Depuis la réalisation de l’essai RAPAMI, nous suivons une cohorte plus de 100 patients myosite à inclusions traités par rapamycine, et nous étudierons si la rapamycine protège de l’infection et/ou du développement de forme sévère de la maladie due au COVID19.

Enfin, de nouveaux projets émergent et se dessinent sur l’impact multidimensionnel de la COVID19 chez les patients atteints de maladies neuromusculaires (soins, diagnostic, caractérisation et évolution, qualité de vie et psychologie). Ces études sont en cours de rédaction et allient l’expertise des médecins neurologues du service de Neuromyologie (Dr Evangelista, Pr Fontaine, Dr Querin), des chercheurs du Centre de recherche (Dr Furling), du laboratoire de physiologie neuromusculaire (Dr Hogrel, Dr Bachasson) et du laboratoire RMN des Dr Marty et Dr Reyngould.
Nous les accompagnerons avec le Dr Querin pour porter ces projets essentiels pour comprendre, se préparer et faire face à de nouvelles épidémies notamment dans la prise en charge (soins et recherche) des patients atteints de maladies neuromusculaires.

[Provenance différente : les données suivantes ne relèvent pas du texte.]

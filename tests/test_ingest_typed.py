"""CSV numbers parsed as numbers while reading (the fast path) give exactly what the text
path gives: same accepted rows and values, same quarantine (line, column, rule, message and
raw text), same accounting, whatever the chunk size."""
import csv
import json

import polars as pl
import pytest

from fleetwatch import ingest
from fleetwatch.config import load_settings
from fleetwatch.ingest import ingest_files
from fleetwatch.lake import Lake

HEADER = "unit_id,ts,v_in,i_in,n_in,n_out,ratio_cmd,t_out,temp"


def _rec(unit, minute, v="40.5", i="2.5", n_in="1200", n_out="588", ratio="2.0", t="1.5",
         temp="45", extra=""):
    ts = f"2024-05-01T{minute // 60:02d}:{minute % 60:02d}:00Z"
    return ",".join([unit, ts, v, i, n_in, n_out, ratio, t, temp]) + extra


# (record, outcome, quarantined column); records go in at fixed positions of a clean file
ODD = [
    (_rec("U1", 3, n_in="abc"), "not_numeric", "n_in"),
    (_rec("U2", 5, temp="hot"), "not_numeric", "temp"),       # optional column, not empty
    (_rec("U3", 7, temp=""), "ok", None),                     # optional column, empty
    (_rec("U1", 9, v="nan"), "not_finite", "v_in"),
    (_rec("U2", 11, n_out="25000"), "out_of_range", "n_out"),
    (_rec("U3", 13, ratio="9"), "out_of_range", "ratio_cmd"),
    (",,,,,,,,", "blank", None),
    ("", "blank", None),
    ("   ", "blank", None),
    (_rec("U1", 15, extra=",surplus"), "malformed_row", None),
    (_rec("U2", 17, extra=","), "ok", None),                  # a trailing empty field
    (_rec("U3", 19, n_in=" 1200"), "ok", None),
    (_rec("U1", 21, n_in="1200 "), "ok", None),
    (_rec("U2", 23, i="1e0"), "ok", None),
    (_rec("U3", 25, v='"40.5"'), "ok", None),
    (_rec("", 27), "empty_unit_id", "unit_id"),
    ("U1,not a time,40,2,1200,588,2.0,1.5,45", "bad_timestamp", "ts"),
    (_rec("U2", 29, n_out=""), "missing_value", "n_out"),     # required column, empty
    (_rec("U3", 31, t="inf"), "not_finite", "t_out"),
    (_rec("U1", 33, n_in="0x10"), "not_numeric", "n_in"),
    (_rec("U2", 35, n_out="1_000"), "not_numeric", "n_out"),
    (_rec("U3", 37, temp='"5,1"'), "not_numeric", "temp"),     # a quoted delimiter
    (_rec("U1", 39, v="+40.5"), "ok", None),
    (_rec("U2", 41, i="TRUE"), "not_numeric", "i_in"),
]


def _clean(n: int) -> list[str]:
    units = ("U1", "U2", "U3")
    return [_rec(units[k % 3], 100 + k // 3, v=f"{40 + (k % 17) / 8:.3f}",
                 n_in=f"{1000 + k % 97}.0", temp=f"{40 + k % 7}") for k in range(n)]


def _file(tmp_path, dense: bool) -> tuple[object, list[str], dict[int, tuple]]:
    recs = _clean(1200)
    if dense:                       # an optional value empty on every row: all rows suspect
        recs = [",".join(r.split(",")[:-1] + [""]) for r in recs]
    placed: dict[int, tuple] = {}
    for k, odd in enumerate(ODD):
        pos = 25 + k * 45               # at most 2 in a block of 20-row chunks (< 5 %)
        recs.insert(pos, odd[0])
    # duplicates: the exact text again, and the same key with other values (raw text kept)
    recs.insert(300, recs[40])
    conflict = recs[60].rsplit(",", 1)[0] + ",99.50"
    recs.insert(310, conflict)
    for line, rec in enumerate(recs, start=2):
        for odd in ODD:
            if rec == odd[0]:
                placed[line] = odd
    path = tmp_path / "fleet.csv"
    path.write_text(HEADER + "\n" + "\n".join(recs) + "\n")
    return path, recs, placed


def _run(tmp_path, name, path, chunk_rows, typed: bool, monkeypatch):
    with monkeypatch.context() as m:
        if not typed:
            m.setattr(ingest._CsvSource, "use_typed", lambda self, cols: None)
        settings = load_settings(tmp_path / name, env={},
                                 overrides={"ingest_chunk_rows": chunk_rows})
        rep = ingest_files([path], settings)
    lake = Lake.from_settings(settings)
    f = rep.files[0]
    assert f.status == "ok", f.message
    assert f.rows_read == f.accepted + f.quarantined + f.duplicates
    t = lake.read("telemetry").drop("batch_id").sort("unit_id", "ts")
    q = lake.read("quarantine").select("line", "column", "rule", "message", "raw").sort("line")
    # the batch a conflict names differs between runs
    q = q.with_columns(pl.col("message").str.replace_all(r"\(batch ingest-[^)]*\)", "(batch)"))
    return f, t, q


@pytest.mark.parametrize("chunk_rows", [20, 1_000_000])
@pytest.mark.parametrize("dense", [False, True])
def test_typed_read_matches_the_text_path(tmp_path, monkeypatch, chunk_rows, dense):
    path, recs, placed = _file(tmp_path, dense)
    typed_blocks, text_blocks = [], []
    orig = ingest._CsvSource._typed_frame

    def spy(self, data, first_line, n_newlines):
        df = orig(self, data, first_line, n_newlines)
        (typed_blocks if df is not None else text_blocks).append(first_line)
        return df

    monkeypatch.setattr(ingest._CsvSource, "_typed_frame", spy)
    f1, t1, q1 = _run(tmp_path, "typed", path, chunk_rows, True, monkeypatch)
    if dense:
        assert text_blocks and not typed_blocks   # >5 % suspect rows: one text parse instead
    else:
        assert typed_blocks and not text_blocks   # the fast path really ran
    f2, t2, q2 = _run(tmp_path, "text", path, chunk_rows, False, monkeypatch)
    assert (f1.rows_read, f1.accepted, f1.quarantined, f1.duplicates) == \
        (f2.rows_read, f2.accepted, f2.quarantined, f2.duplicates)
    assert f1.rules == f2.rules
    assert t1.equals(t2)
    assert q1.equals(q2)

    blanks = sum(1 for o in ODD if o[1] == "blank")
    assert f1.rows_read == len(recs) - blanks
    assert f1.duplicates == 1
    want = sorted((line, o[1], o[2]) for line, o in placed.items() if o[1] not in ("ok", "blank"))
    got = q1.filter(pl.col("rule") != "conflicting_duplicate").select("line", "rule", "column")
    assert got.rows() == want
    lines = path.read_text().split("\n")
    for line, raw in zip(q1["line"], q1["raw"]):
        values = json.loads(raw)             # the raw text, as in the file
        fields = next(csv.reader([lines[line - 1]]))
        assert [values[c] for c in HEADER.split(",")] == fields[:9]
    conflict = q1.filter(pl.col("rule") == "conflicting_duplicate")
    assert conflict.height == 1 and json.loads(conflict["raw"][0])["temp"] == "99.50"
    row = q1.filter(pl.col("column") == "n_out").row(0, named=True)
    assert json.loads(row["raw"])["n_out"] == "25000" and "25000" in row["message"]
    # values of rows that were read again as text
    odd = t1.filter(pl.col("ts").dt.hour() == 0)        # the clean rows start at 01:40
    u3 = odd.filter(pl.col("unit_id") == "U3")
    assert u3.filter(pl.col("ts").dt.minute() == 7)["temp"].to_list() == [None]
    assert u3.filter(pl.col("ts").dt.minute() == 19)["n_in"].to_list() == [1200.0]
    assert u3.filter(pl.col("ts").dt.minute() == 25)["v_in"].to_list() == [40.5]
    assert odd.filter(pl.col("unit_id") == "U1", pl.col("ts").dt.minute() == 21)["n_in"] \
        .to_list() == [1200.0]
    assert odd.filter(pl.col("unit_id") == "U2", pl.col("ts").dt.minute() == 23)["i_in"] \
        .to_list() == [1.0]


def test_retext_gives_the_lines_asked_for(tmp_path):
    path, recs, placed = _file(tmp_path, dense=False)
    src = ingest._CsvSource(path, None, 1_000_000)
    src.use_typed(["v_in", "i_in", "n_in", "n_out", "ratio_cmd", "t_out", "temp"])
    try:
        [(df, retext)] = list(src.chunks())
    finally:
        src.close()
    assert retext is not None and df["n_in"].dtype == pl.Float64
    assert df.height == len(recs)                    # blank lines are rows until read as text
    wanted = pl.Series([2, 27, 28, len(recs) + 1], dtype=pl.Int64)
    text = retext(wanted)
    assert text["_line"].to_list() == [2, 27, 28, len(recs) + 1]
    assert text["n_in"].dtype == pl.String
    for line, unit, n_in in zip(text["_line"], text["unit_id"], text["n_in"]):
        fields = recs[line - 2].split(",")
        assert (unit, n_in) == (fields[0], fields[4])
    blank_line = next(line for line, o in placed.items() if o[0] == ",,,,,,,,")
    assert retext(pl.Series([blank_line], dtype=pl.Int64)).height == 0


def test_rows_held_back_keep_at_most_two_blocks_alive(tmp_path, monkeypatch):
    # rows held back to the next chunk keep their block's text (to quote them if they turn
    # out to be conflicting duplicates); blocks left without held rows must be let go, or
    # memory grows with the file
    path = tmp_path / "clean.csv"             # time order, units interleaved: tails held
    path.write_text(HEADER + "\n" + "\n".join(_clean(1500)) + "\n")
    sizes = []
    orig = ingest._RawRows.since

    def spy(self, line):
        out = orig(self, line)
        sizes.append(len(out.parts))
        return out

    monkeypatch.setattr(ingest._RawRows, "since", spy)
    f, t, _ = _run(tmp_path, "held", path, 20, True, monkeypatch)
    assert len(sizes) >= 8                      # rows were held back chunk after chunk
    assert max(sizes) <= 2
    assert (f.rows_read, f.accepted, t.height) == (1500, 1500, 1500)


def test_a_row_with_two_fields_too_many_sends_its_block_to_the_text_path(tmp_path,
                                                                          monkeypatch):
    # the typed parse has one spare column: a row with two or more fields past the header
    # makes the reader refuse the block, which is then parsed as text (the four spare
    # columns there quote the surplus fields in the raw text)
    recs = _clean(900)
    recs.insert(700, _rec("U2", 5, extra=",,x"))
    path = tmp_path / "surplus.csv"
    path.write_text(HEADER + "\n" + "\n".join(recs) + "\n")
    seen = {"typed": 0, "text": 0}
    orig = ingest._CsvSource._typed_frame

    def spy(self, data, first_line, n_newlines):
        df = orig(self, data, first_line, n_newlines)
        seen["typed" if df is not None else "text"] += 1
        return df

    monkeypatch.setattr(ingest._CsvSource, "_typed_frame", spy)
    f1, t1, q1 = _run(tmp_path, "typed", path, 20, True, monkeypatch)
    assert seen["typed"] >= 5 and seen["text"] == 1
    f2, t2, q2 = _run(tmp_path, "text", path, 20, False, monkeypatch)
    assert (f1.rows_read, f1.accepted, f1.quarantined) == (f2.rows_read, f2.accepted,
                                                           f2.quarantined) == (901, 900, 1)
    assert t1.equals(t2) and q1.equals(q2)
    row = q1.row(0, named=True)
    assert (row["line"], row["rule"]) == (702, "malformed_row")
    raw = json.loads(row["raw"])
    assert (raw["_extra_1"], raw["_extra_2"]) == ("", "x")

Quel message aimeriez-vous passer ?
Cette crise nous a vraiment permis de repenser nos façons de travailler et de dépasser nos limites. C’est prenant mais en même temps très excitant et riche en expériences. Une très belle aventure humaine et professionnelle qui nous réunit tous autour de l’envie d’apprendre toujours plus au service de la science.

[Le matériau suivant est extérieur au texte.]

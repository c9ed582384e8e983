"""Project folders with a lake for the dashboard tests and benchmark.

``build_project``: the synthetic derived tables of ``report_lake`` written as analyze writes
them (windows and efficiency streamed month by month, the rest through ``Lake.overwrite``):
every column of ``fleetwatch.schema`` and planted statuses whose expected
values the tests know (``Truth``); sizes are free (the benchmark's year of 24 units).
``simulated_fleet``: the small fleet of ``fixtures_fleet`` taken through the real pipeline
(simulate -> ingest -> analyze), built once per pytest session and shared by the AppTest and
browser tests; ``expected_status`` reads what its lake says each unit's status is.
"""
from __future__ import annotations

import json
import socket
from pathlib import Path

from report_lake import synthetic_tables, write_lake

HERE = Path(__file__).resolve().parent
ROOT = HERE.parent
PACKAGED_APP = ROOT / "fleetwatch" / "dashboard_app" / "app.py"
THIN_APP = ROOT / "dashboards" / "app.py"


def build_project(root: Path, units: int = 16, days: int = 63, window_min: int = 60,
                  layout: str = "analyze"):
    """Write ``fleetwatch.toml`` and a lake under ``root``; returns report_lake's Truth.

    ``layout``: "analyze" (default) stores windows and efficiency the way ``fleetwatch
    analyze`` does (month-ordered, streamed; report_lake.write_lake), so the dashboard reads
    the layout users get; "overwrite" sorts every table by its key."""
    root.mkdir(parents=True, exist_ok=True)
    (root / "fleetwatch.toml").write_text(f"[analyze]\nwindow_min = {window_min}\n",
                                          encoding="utf-8")
    tables, truth = synthetic_tables(units=units, days=days, window_min=window_min)
    write_lake(root / "lake", tables, layout=layout)
    return truth


def simulated_fleet(tmp_path_factory) -> tuple[Path, dict]:
    """(project folder, answer key) of the pipeline-built fleet, built on first use."""
    from fixtures_fleet import build_fleet

    base = tmp_path_factory.getbasetemp() / "dashboard_fleet"
    if not (base / "built").exists():
        build_fleet(base)
        (base / "built").write_text("ok", encoding="utf-8")
    key = json.loads((base / "sim" / "answer_key.json").read_text(encoding="utf-8"))
    return base / "project", key


def expected_status(project: Path) -> dict[str, str]:
    """Unit -> status on its latest health day, read straight from the lake."""
    import polars as pl

    from fleetwatch.config import load_settings
    from fleetwatch.lake import Lake

    health = Lake.from_settings(load_settings(project, env={})).read("health")
    latest = health.sort("day").group_by("unit_id").agg(pl.col("status").last())
    return dict(zip(latest["unit_id"], latest["status"]))


def free_port() -> int:
    with socket.socket() as s:
        s.bind(("127.0.0.1", 0))
        return s.getsockname()[1]
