# ------------------------------------------------------------------ events
def test_events_page_filters_by_unit_kind_and_time(app, project):
    _, truth = project
    at = _ok(app().run())
    at.switch_page("app_pages/events.py").run()
    _ok(at)
    assert at.title[0].value == "Events"
    table = at.dataframe[0].value
    assert len(table) > 0
    at.multiselect(key="ev_kinds").set_value(["gross_slip"]).run()
    table = _ok(at).dataframe[0].value
    assert set(table["kind"]) == {"gross_slip"}
    contaminated = next(u for u, c in truth.conditions.items() if c == "contamination")
    assert set(table["unit_id"]) == {contaminated}
    sensor = next(u for u, c in truth.conditions.items() if c == "sensor")
    at.multiselect(key="ev_units").set_value([sensor]).run()
    assert _ok(at).dataframe[0].value.empty     # the sensor unit has no gross slip
    # time filter: the stall episode (days 45-57) lies outside the last 4 days
    at.multiselect(key="ev_units").set_value([]).run()
    at.multiselect(key="ev_kinds").set_value([]).run()
    last = truth.start + dt.timedelta(days=truth.days - 1)
    first = last - dt.timedelta(days=3)
    at.date_input(key="ev_range").set_value((first, last)).run()
    table = _ok(at).dataframe[0].value
    assert "stall" not in set(table["kind"])
    assert all(first <= t.date() <= last for t in table["start_ts"])


def test_events_csv_has_the_filtered_rows(project):
    root, _ = project
    from fleetwatch.lake import Lake

    ev = dash.filter_events(dash.fleet_events(Lake(root / "lake")), kinds=["stall"])
    csv = dash.to_csv_bytes(ev).decode()
    header, *rows = csv.strip().splitlines()
    assert header.startswith("unit_id,")
    assert len(rows) == ev.height > 0 and all(",stall," in r for r in rows)
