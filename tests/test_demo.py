"""The main job end to end: `fleetwatch demo --no-serve` on a small fleet."""
from __future__ import annotations

import csv
import json
import subprocess
import sys

import pytest


@pytest.fixture(scope="module")
def demo(tmp_path_factory):
    """One small demo project, built through the CLI exactly as a newcomer would."""
    proj = tmp_path_factory.mktemp("demo") / "demo"
    r = subprocess.run([sys.executable, "-m", "fleetwatch", "--project", str(proj), "demo",
                        "--units", "8", "--days", "40", "--seed", "5", "--no-serve"],
                       capture_output=True, text=True, timeout=900)
    assert r.returncode == 0, r.stderr[-3000:]
    return proj, r


@pytest.mark.slow
def test_demo_builds_lake_status_report_and_advice(demo):
    proj, r = demo
    out = r.stdout
    # every stage ran and said what it wrote
    for step in ("[1] Simulating", "[2] Ingesting", "[3] Analyzing", "[4] Fleet status",
                 "[5] Ratio advice", "[6] Weekly wear report"):
        assert step in out, step
    # the accounting line balances
    line = next(l for l in out.splitlines() if "telemetry: read" in l)
    nums = [int(x.replace(",", "")) for x in
            __import__("re").findall(r"[\d,]+\d|\d", line.split("read", 1)[1])]
    assert nums[0] == nums[1] + nums[2] + nums[3]
    # the report lies in the week of the data, and lists exactly the units in watch/alert
    key = json.loads((proj / "demo_fleet" / "answer_key.json").read_text())
    reports = sorted((proj / "reports").iterdir())
    assert len(reports) == 1
    rows = list(csv.DictReader(open(reports[0] / "actions.csv", newline="")))
    summary = json.loads((reports[0] / "summary.json").read_text())
    flagged = {r["unit_id"] for r in rows}
    assert flagged, "a fleet with injected faults should need some action"
    healthy = {u for u, v in key["units"].items() if v["condition"] == "healthy"}
    assert not (flagged & healthy), f"healthy units flagged: {flagged & healthy}"
    assert summary["week"] <= "2026-W28"  # 40 days from 2026-06-01: data ends in July
    # status from the CLI agrees with the health table
    st = subprocess.run([sys.executable, "-m", "fleetwatch", "--project", str(proj), "status",
                         "--json"], capture_output=True, text=True, timeout=300)
    assert st.returncode == 0, st.stderr
    units = json.loads(st.stdout)
    assert {u["unit_id"] for u in units} == set(key["units"])


@pytest.mark.slow
def test_report_energy_section_shows_the_advice_table_totals(demo):
    """The report's ratio-advice figure equals the sum over the `advice` table's 'change'
    rows, read independently through the guarded SQL function."""
    import re

    from fleetwatch.config import load_settings
    from fleetwatch.query import run_query

    proj, _ = demo
    html = next((proj / "reports").glob("*/report.html")).read_text(encoding="utf-8")
    assert "Ratio advice: least input power for the same duty" in html
    res = run_query("SELECT coalesce(sum(saving_kwh_week), 0) AS s, count(*) AS n FROM advice "
                    "WHERE status = 'change'", settings=load_settings(proj))
    total, n = res.rows.row(0)
    if n == 0:
        assert "No ratio advice worth acting on" in html
    else:
        shown = float(re.search(r"would save about <strong>([\d.]+) kWh/week", html).group(1))
        assert shown == pytest.approx(total, abs=0.006)
        assert html.count('<table class="advice">') == 1
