"""A small simulated fleet taken through simulate -> ingest -> analyze, for tests.

``build_fleet(root)`` simulates the committed demo fleet's arguments (``SAMPLE_ARGS``:
8 drives, 45 days, 5-minute logging; every fault kind once), ingests the maintenance log
and the June telemetry, analyzes, ingests the July telemetry and analyzes again (the
incremental path). It returns a ``Fleet`` with the settings, the answer key and both
reports. Tests import it and wrap it in a module- or session-scoped fixture::

    from fixtures_fleet import build_fleet     # tests/ is on sys.path under pytest

    @pytest.fixture(scope="session")
    def fleet(tmp_path_factory):
        return build_fleet(tmp_path_factory.mktemp("fleet"))
"""
from __future__ import annotations

import json
from dataclasses import dataclass
from pathlib import Path
from typing import Any

from fleetwatch.analyze import AnalyzeReport, analyze
from fleetwatch.config import Settings, load_settings
from fleetwatch.ingest import ingest_files
from fleetwatch.simulate import SAMPLE_ARGS, simulate_fleet

FLEET_ARGS: dict[str, Any] = dict(SAMPLE_ARGS)


@dataclass
class Fleet:
    project: Path
    sim_dir: Path
    settings: Settings
    key: dict
    first: AnalyzeReport
    second: AnalyzeReport

    def units(self, condition: str) -> list[str]:
        return [u for u, t in self.key["units"].items() if t["condition"] == condition]


def build_fleet(root: Path, **overrides: Any) -> Fleet:
    args = {**FLEET_ARGS, **overrides}
    sim = root / "sim"
    simulate_fleet(sim, **args)
    project = root / "project"
    project.mkdir(parents=True, exist_ok=True)
    settings = load_settings(project, overrides={"sample_period_s": float(args["period_s"])},
                             env={})
    ingest_files([sim / "maintenance.csv"], settings,
                 mapping=sim / "maintenance_mapping.toml", kind="maintenance")
    files = sorted(sim.glob("telemetry_*.csv"))
    months = sorted({f.stem.rsplit("_", 1)[1] for f in files})
    ingest_files([f for f in files if f.stem.endswith(months[0])], settings,
                 mapping=sim / "mapping.toml")
    first = analyze(settings)
    ingest_files([f for f in files if not f.stem.endswith(months[0])], settings,
                 mapping=sim / "mapping.toml")
    second = analyze(settings)
    key = json.loads((sim / "answer_key.json").read_text(encoding="utf-8"))
    return Fleet(project, sim, settings, key, first, second)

Merci aux volontaires : Smail Ait Mohand, Céline Anquetil, Azzedine Arrassi, Anne Bertrand, Anne Bigot, Bruno Cadot, Dina Ferhat, Sarah Léonard-Louis, Xavière Lornage, Kubéraka Mariampillai, Marion Masingue, Isabelle Nelson, France Pietri-Rouxel, Christian Pinset, Giorgia Querin, Dario Saracino, Tanya Stojkovic, Nadjib Taouagh, Capucine Trollet.